Figure 3. CCL27 rescues myeloma cells from bortezomib-induced cell death in a xeno-transplanted model.

(A) Chicken chorioallantoic membrane assay was used for in vivo testing and the setup of the 3D-onplant is summarized in the drawing. Tumor onplants containing myeloma cells and primary fibroblasts in a ratio of 11:1, bortezomib (1 nM) and/or chemokine (CCL27: 7.9 nM, CCL28: 8.1 nM) in a collagen matrix were positioned on the membrane and incubated for 5 days. Single myeloma xenografts were photographed using a stereo-fluorescence microscope (Olympus SZX10 at 12× magnification), excised, and GFP concentrations of single tumors were measured by Elisa.
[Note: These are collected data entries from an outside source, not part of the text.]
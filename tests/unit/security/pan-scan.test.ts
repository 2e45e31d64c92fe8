import { describe, expect, it } from 'vitest';
import { isLuhnValid, luhnCheckDigit } from '../../../shared/src/card/luhn';
import { findPans, scanAll } from '../../integration/security/pan-scan';

const withCheck = (payload: string) => payload + luhnCheckDigit(payload);
const digitsOf = (text: string) => findPans(text).map((f) => f.digits);

// Test numbers card schemes publish for their sandboxes (from memory): Visa, Mastercard, Amex, Discover, JCB, Diners.
const PUBLISHED = ['4111111111111111', '4012888888881881', '5555555555554444', '5105105105105100', '378282246310005', '6011111111111117', '3530111333300000', '30569309025904'];

describe('PAN scanner', () => {
  it('agrees with the Luhn check (ISO/IEC 7812-1 Annex B) on the published test numbers and on its worked example', () => {
    for (const pan of PUBLISHED) expect(isLuhnValid(pan), pan).toBe(true);
    // The worked example of ISO/IEC 7812-1 Annex B (from memory) is 11 digits: too short to be reported.
    expect(isLuhnValid('79927398713')).toBe(true);
    expect(digitsOf('79927398713')).toEqual([]);
  });

  it('finds each published number bare, in 4-4-4-4 or 4-6-5 groups, with spaces or dashes, inside JSON, URLs and sentences', () => {
    for (const pan of PUBLISHED) expect(digitsOf(pan)).toEqual([pan]);
    expect(digitsOf('{"card":{"number":"4111 1111 1111 1111"}}')).toEqual(['4111111111111111']);
    expect(digitsOf('GET /api/v1/transactions/5555-5555-5555-4444 404')).toEqual(['5555555555554444']);
    expect(digitsOf('Amex 3782 822463 10005 read out')).toEqual(['378282246310005']);
    expect(digitsOf('card4111111111111111x')).toEqual(['4111111111111111']);
  });

  it('finds a number with more digits typed after it in the same run, and 12 and 19 digit numbers', () => {
    expect(digitsOf('4111 1111 1111 1111 12/27')).toContain('4111111111111111');
    expect(digitsOf('4111111111111111-2031')).toEqual(['4111111111111111']);
    const twelve = withCheck('99009900001');
    const nineteen = withCheck('990099000000000001');
    expect(digitsOf(`a ${twelve} b ${nineteen} c`)).toEqual([twelve, nineteen]);
  });

  it('reports nothing for numbers that fail the check, are too short or too long, or are already masked', () => {
    const wrong = '4111111111111112';
    expect(isLuhnValid(wrong)).toBe(false);
    for (const text of [wrong, '411111111111', '4111 1111 1111 111', '1'.repeat(20), '41111111111111111111', '411111••••••1111', '4111 11•• •••• 1111', '[digits removed]']) {
      expect(digitsOf(text), text).toEqual([]);
    }
  });

  it('skips clock readings, hex digests and UUIDs, whose digit stretches are chance', () => {
    // A Luhn-valid Unix time in milliseconds, as a log line or a job carries it.
    let ms = Date.UTC(2031, 4, 6, 10, 0, 0);
    while (!isLuhnValid(String(ms))) ms += 1;
    expect(digitsOf(`{"time":${ms},"msg":"x"}`)).toEqual([]);
    expect(digitsOf(`${ms}-0`)).toEqual([]);
    expect(digitsOf(`${ms}000`)).toEqual([]);
    // A digest whose digits hold a Luhn-valid run of 16, and a UUID with an all-digit last group.
    expect(digitsOf(`ab${'4111111111111111'}${'c'.repeat(20)}`)).toEqual([]);
    expect(digitsOf(`12345678-1234-4234-8234-${withCheck('99009900000')}`)).toEqual([]);
    // The fraction of a decimal number, as model weights and probabilities are written; a PAN after a word and a dot is still one.
    expect(digitsOf(`{"p":0.${'4111111111111111'}}`)).toEqual([]);
    expect(digitsOf(`12.${'4111111111111111'}`)).toEqual([]);
    expect(digitsOf(`card.${'4111111111111111'}`)).toEqual(['4111111111111111']);
    // A number on its own next to those is still found.
    expect(digitsOf(`${'a'.repeat(40)} 4111111111111111`)).toEqual(['4111111111111111']);
  });

  it('names the source and masks what it found', () => {
    const found = scanAll([
      { source: 'notes.text #1', text: 'nothing here' },
      { source: 'mail 2.json', text: 'card 5555555555554444' },
    ]);
    expect(found).toHaveLength(1);
    expect(found[0]).toMatchObject({ source: 'mail 2.json', shown: '555555••••••4444', index: 5 });
  });
});
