function boost(
  binning: Binning,
  codes: CodeArray[],
  nNeg: number,
  n: number,
  vCodes: CodeArray[] | null,
  vLabels: Int8Array | null,
  opts: TrainOptions,
  hooks?: TrainHooks,
): BoostResult {
  const F = codes.length;
  const nCodes = binning.features.map(codeCount);
  const isNumeric = binning.features.map((b) => b.kind === 'numeric');

  const counts = codes.map((col, f) => {
    const c = new Int32Array(nCodes[f]);
    for (let i = 0; i < n; i++) c[col[i]]++;
    return c;
  });

  // Start weights d0: class weights, normalised. Stored weights start at 1; scales carry the rest.
  const cN = opts.classWeights.negative;
  const cP = opts.classWeights.positive;
  const nPos = n - nNeg;
  const totalStart = cN * nNeg + cP * nPos;
  let gN = cN / totalStart;
  let gP = cP / totalStart;
  // Arrays other threads read or write come from the executor's allocator (shared memory).
  const exec = hooks?.histograms;
  const f64 = (len: number) => (exec ? new Float64Array(exec.allocate(8 * len) as ArrayBuffer) : new Float64Array(len));
  const i32 = (len: number) => (exec ? new Int32Array(exec.allocate(4 * len) as ArrayBuffer) : new Int32Array(len));
  const w = f64(n).fill(1);
  const Ft = f64(n);
  const idx = i32(n);
  const delta = f64(n);
  // Row segments, one per thread: legitimate rows split evenly, fraud rows with the last segment.
  const T = exec?.threads ?? 1;
  const segs = i32(2 * T);
  for (let k = 0; k < T; k++) {
    segs[2 * k] = Math.floor((k * nNeg) / T);
    segs[2 * k + 1] = k === T - 1 ? n : Math.floor(((k + 1) * nNeg) / T);
  }
  const segCounts = i32(3 * T);
  const params = f64(3);

  const units = planUnits(nCodes, codes, opts.bundleFeatures);
  const unitOf = new Int32Array(F);
  const decode: (Uint8Array | null)[] = new Array(F).fill(null);
  const unitCodes: CodeArray[] = units.map((u, ui) => {
    u.features.forEach((f) => (unitOf[f] = ui));
    if (u.features.length === 1) return codes[u.features[0]];
    const out = exec ? new Uint8Array(exec.allocate(n) as ArrayBuffer) : new Uint8Array(n);
    u.features.forEach((f, k) => {
      const col = codes[f];
      const mult = u.mult[k];
      for (let i = 0; i < n; i++) out[i] += col[i] * mult;
      const dec = new Uint8Array(u.J);
      for (let j = 0; j < u.J; j++) dec[j] = Math.floor(j / mult) % nCodes[f];
      decode[f] = dec;
    });
    return out;
  });
  const unitN = units.map((u) => u.J);
  const hist = unitN.map((J) => f64(2 * J));
  // Per-feature histograms the search reads: the unit's own for a lone feature, a marginal for a bundle member.
  const mhist = nCodes.map((nC, f) => (decode[f] ? new Float64Array(2 * nC) : hist[unitOf[f]]));
  const bundled = units.filter((u) => u.features.length > 1);
  const marginalize = () => {
    for (const u of bundled) {
      const H = hist[unitOf[u.features[0]]];
      const J = u.J;
      for (const f of u.features) {
        const M = mhist[f];
        const dec = decode[f]!;
        const nC = nCodes[f];
        M.fill(0);
        for (let j = 0; j < J; j++) {
          M[dec[j]] += H[j];
          M[nC + dec[j]] += H[J + j];
        }
      }
    }
  };

  const maxJ = Math.max(...unitN);
  const hvJ = f64(maxJ);
  const isSmall = exec ? new Uint8Array(exec.allocate(maxJ) as ArrayBuffer) : new Uint8Array(maxJ);
  const allUnits = units.map((_, u) => u);
  const local = exec
    ? exec.attach({ codes: unitCodes, hist, nCodes: unitN, w, idx, delta, Ft, hv: hvJ, isSmall, segs, counts: segCounts, params, nNeg, n })
    : allUnits;
  const rebuild = () => {
    exec?.begin('rebuild');
    runUnits(1, local, unitCodes, hist, unitN, w, idx, delta, nNeg, n, segs, segCounts);
    exec?.end();
  };
  const absorbScales = () => {
    scaleRange(w, 0, nNeg, gN);
    scaleRange(w, nNeg, n, gP);
    gN = 1;
    gP = 1;
  };
  const search: SearchState = { bestAbs: -1, found: false, any: false, f: 0, k: 0, missingRight: false, polarity: 1 };
  rebuild();

  // Validation state.
  const nv = vLabels ? vLabels.length : 0;
  const Fv = new Float64Array(nv);
  const vWeightTotal = vLabels ? vLabels.reduce((s, y) => s + (y === 1 ? cP : cN), 0) : 0;

  const chosen: Candidate[] = [];
  const alphas: number[] = [];
  const trace: RoundTrace[] = [];
  let trainLoss = 1;
  let bestRound = 0;
  let bestVal = Infinity;
  let stoppedBy: TrainingSummary['stoppedBy'] = 'rounds';
  const nu = opts.shrinkage;

  for (let t = 1; t <= opts.rounds; t++) {
    // --- Direction: steepest coordinate over all stumps, from the histograms.
    marginalize();
    search.bestAbs = -1;
    search.found = false;
    search.any = false;
    let Wtot = 0;
    for (let f = 0; f < F; f++) {
      const W = searchFeature(mhist[f], nCodes[f], counts[f], isNumeric[f], f, gP, gN, n, search);
      if (f === 0) Wtot = W;
      if (!(W > 0) || !Number.isFinite(W)) {
        throw new TrainingError('overflow', `Weights overflowed or vanished at round ${t} (total weight ${W}); try shrinkage < 1`);
      }
    }
    const anyCandidate = search.any;
    const best: Candidate | null = search.found
      ? { f: search.f, k: search.k, missingRight: search.missingRight, polarity: search.polarity, edge: search.bestAbs }
      : null;
    if (!anyCandidate) throw new TrainingError('no-candidate', 'Every feature is constant on the training rows: no stump can split them');
    const cand = best as Candidate | null;
    if (!cand || !(cand.edge > MIN_EDGE) || !Number.isFinite(cand.edge)) {
      if (t === 1) {
        throw new TrainingError(
          'no-edge',
          'No stump beats chance at round 1 (best weighted error 0.5): the features carry no signal for these labels',
        );
      }
      stoppedBy = 'no-edge';
      break;
    }

    // --- Line search (closed form for +/-1 learners), eps clipped before the log.
    const r = Math.min(cand.edge, 1);
    const eps = (1 - r) / 2;
    const epsC = Math.min(Math.max(eps, EPS_CLIP), 1 - EPS_CLIP);
    const alphaFull = 0.5 * Math.log((1 - epsC) / epsC);
    const alpha = nu * alphaFull;
    const s = cand.polarity;

    // Weight by (side, class) in true units, from the chosen feature's histogram.
    const side = sideTable(binning, cand);
    const nC = nCodes[cand.f];
    const H = mhist[cand.f];
    let WRp = 0;
    let WRn = 0;
    let WLp = 0;
    let WLn = 0;
    let nRight = 0;
    for (let b = 0; b < nC; b++) {
      if (side[b]) {
        WRp += gP * H[nC + b];
        WRn += gN * H[b];
        nRight += counts[cand.f][b];
      } else {
        WLp += gP * H[nC + b];
        WLn += gN * H[b];
      }
    }
    // exp(-alpha y h): right side h = s, left side h = -s.
    const fRp = Math.exp(-alpha * s);
    const fRn = Math.exp(alpha * s);
    const fLp = fRn;
    const fLn = fRp;
    const Zraw = WRp * fRp + WRn * fRn + WLp * fLp + WLn * fLn;
    const Z = Zraw / Wtot;
    if (!(Z > 0) || !Number.isFinite(Z)) throw new TrainingError('overflow', `Z_t is ${Z} at round ${t}: weights overflowed`);
    trainLoss *= Z;

    const smallRight = nRight <= n - nRight;
    const fBigP = smallRight ? fLp : fRp;
    const fBigN = smallRight ? fLn : fRn;
    const ratioP = (smallRight ? fRp : fLp) / fBigP;
    const ratioN = (smallRight ? fRn : fLn) / fBigN;
    // Renormalise through the scales: after the update the true weights sum to 1.
    gP = (gP * fBigP) / Zraw;
    gN = (gN * fBigN) / Zraw;

    // --- Scan the chosen column once: update F on training rows, count errors, collect the small side.
    // alpha h by code: h = s on the right side, -s on the left (hv by the feature's codes, hvJ by its unit's codes).
    const hv = new Float64Array(nC);
    for (let b = 0; b < nC; b++) hv[b] = side[b] ? alpha * s : -alpha * s;
    const cu = unitOf[cand.f];
    const J = unitN[cu];
    const dec = decode[cand.f];
    for (let j = 0; j < J; j++) {
      const b = dec ? dec[j] : j;
      isSmall[j] = (side[b] === 1) === smallRight ? 1 : 0;
      hvJ[j] = hv[b];
    }
    // Each thread scans its row segment and rescales that segment's small side.
    params[0] = cu;
    params[1] = ratioN;
    params[2] = ratioP;
    exec?.begin('scan');
    runScan(0, unitCodes, hvJ, isSmall, Ft, w, idx, delta, nNeg, segs, segCounts, params);
    exec?.end();
    let errors = 0;
    for (let k = 0; k < T; k++) errors += segCounts[3 * k + 2];

    // --- Weight update of the small side and the exact histogram correction.
    if (opts.histogramUpdate === 'rebuild' || t % opts.rebuildEvery === 0) {
      absorbScales();
      rebuild();
    } else {
      exec?.begin('update');
      runUnits(2, local, unitCodes, hist, unitN, w, idx, delta, nNeg, n, segs, segCounts);
      exec?.end();
    }
    if (!Number.isFinite(gP) || !Number.isFinite(gN) || !(gP > 0) || !(gN > 0)) {
      throw new TrainingError('overflow', `Class weight scales overflowed at round ${t}; try shrinkage < 1`);
    }

    // --- Validation.
    let vLoss: number | null = null;
    let vErr: number | null = null;
    if (vCodes && vLabels) {
      const vcol = vCodes[cand.f];
      let sum = 0;
      let e = 0;
      for (let i = 0; i < nv; i++) {
        const v = Fv[i] + hv[vcol[i]];
        Fv[i] = v;
        const y = vLabels[i];
        sum += (y === 1 ? cP : cN) * Math.exp(-y * v);
        if (y === 1 ? v <= 0 : v > 0) e++;
      }
      vLoss = sum / vWeightTotal;
      vErr = e / nv;
    }

    chosen.push(cand);
    alphas.push(alpha);
    trace.push({
      round: t,
      featureIndex: cand.f,
      ...describe(binning, cand),
      polarity: s,
      edge: r,
      weightedError: eps,
      alpha,
      Z,
      trainLoss,
      trainError: errors / n,
      validationLoss: vLoss,
      validationError: vErr,
    });

    if (vLoss !== null && vLoss < bestVal - (opts.earlyStopping?.minDelta ?? 0)) {
      bestVal = vLoss;
      bestRound = t;
    }
    if (vLoss === null) bestRound = t;
    hooks?.onRound?.(trace[trace.length - 1]);
    if (eps <= EPS_CLIP) {
      // A perfect split: every row is on its correct side, further rounds would repeat it.
      stoppedBy = 'perfect-split';
      break;
    }
    if (opts.earlyStopping && t - bestRound >= opts.earlyStopping.patience) {
      stoppedBy = 'early-stopping';
      break;
    }
    if (hooks?.shouldStop?.()) break;
  }
  if (!opts.earlyStopping) bestRound = chosen.length;
  return { chosen, alphas, trace, bestRound, stoppedBy, counts };
}

function buildModel(
  binning: Binning,
  features: FeatureSpec[],
  core: BoostResult,
  opts: TrainOptions,
  sizes: { nTrain: number; nTrainPositive: number; nValidation: number; nValidationPositive: number },
): Model {
  const keep = core.bestRound;
  const n = sizes.nTrain;
  const featureMeans = new Array<number>(features.length).fill(0);
  const stumps: Stump[] = [];
  for (let t = 0; t < keep; t++) {
    const c = core.chosen[t];
    const alpha = core.alphas[t];
    const side = sideTable(binning, c);
    const cnt = core.counts[c.f];
    let nRight = 0;
    for (let b = 0; b < cnt.length; b++) if (side[b]) nRight += cnt[b];
    // E[h_t] over training rows = s (n_right - n_left) / n; E[g_f] = sum over f's stumps of alpha_t E[h_t].
    featureMeans[c.f] += (alpha * c.polarity * (2 * nRight - n)) / n;
    const d = describe(binning, c);
    if (d.kind === 'numeric') {
      stumps.push({
        kind: 'numeric',
        feature: d.feature,
        featureIndex: c.f,
        cut: c.k,
        threshold: d.threshold,
        missingRight: c.missingRight,
        polarity: c.polarity,
        alpha,
      });
    } else {
      stumps.push({
        kind: 'categorical',
        feature: d.feature,
        featureIndex: c.f,
        code: c.k,
        match: d.match,
        category: d.category,
        polarity: c.polarity,
        alpha,
      });
    }
  }
  const last = keep > 0 ? core.trace[keep - 1] : null;
  return {
    format: MODEL_FORMAT,
    schemaVersion: MODEL_SCHEMA_VERSION,
    features: features.map((f) => ({ name: f.name, kind: f.kind })),
    binning,
    stumps,
    calibration: null,
    baseline: { expectedF: featureMeans.reduce((a, b) => a + b, 0), featureMeans },
    training: {
      roundsRun: core.trace.length,
      bestRound: keep,
      stoppedBy: core.stoppedBy,
      options: opts,
      ...sizes,
      trainLoss: last ? last.trainLoss : 1,
      trainError: last ? last.trainError : sizes.nTrainPositive / n,
      validationLoss: last ? last.validationLoss : null,
      validationError: last ? last.validationError : null,
    },
  };
}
Values are shown as mean concentration in pg/ml ± SEM (n = 12). (B) Immunohistochemical analysis of cross-sections of NCI-H929, MM.1S and OPM-2 grafts in the chorioallantoic membrane model including control with and without bortezomib, CCL27 or CCL28 at the above mentioned concentrations; sections were stained with an anti-human Ki-67 antibody to detect growing myeloma cells. Pictures were taken using Zeiss Axiovert 200 M microscope at 200× maginification. The amount of Ki67 positive cells/tumor area are summarized in the graphs. **p < 0.01 and ***p < 0.001.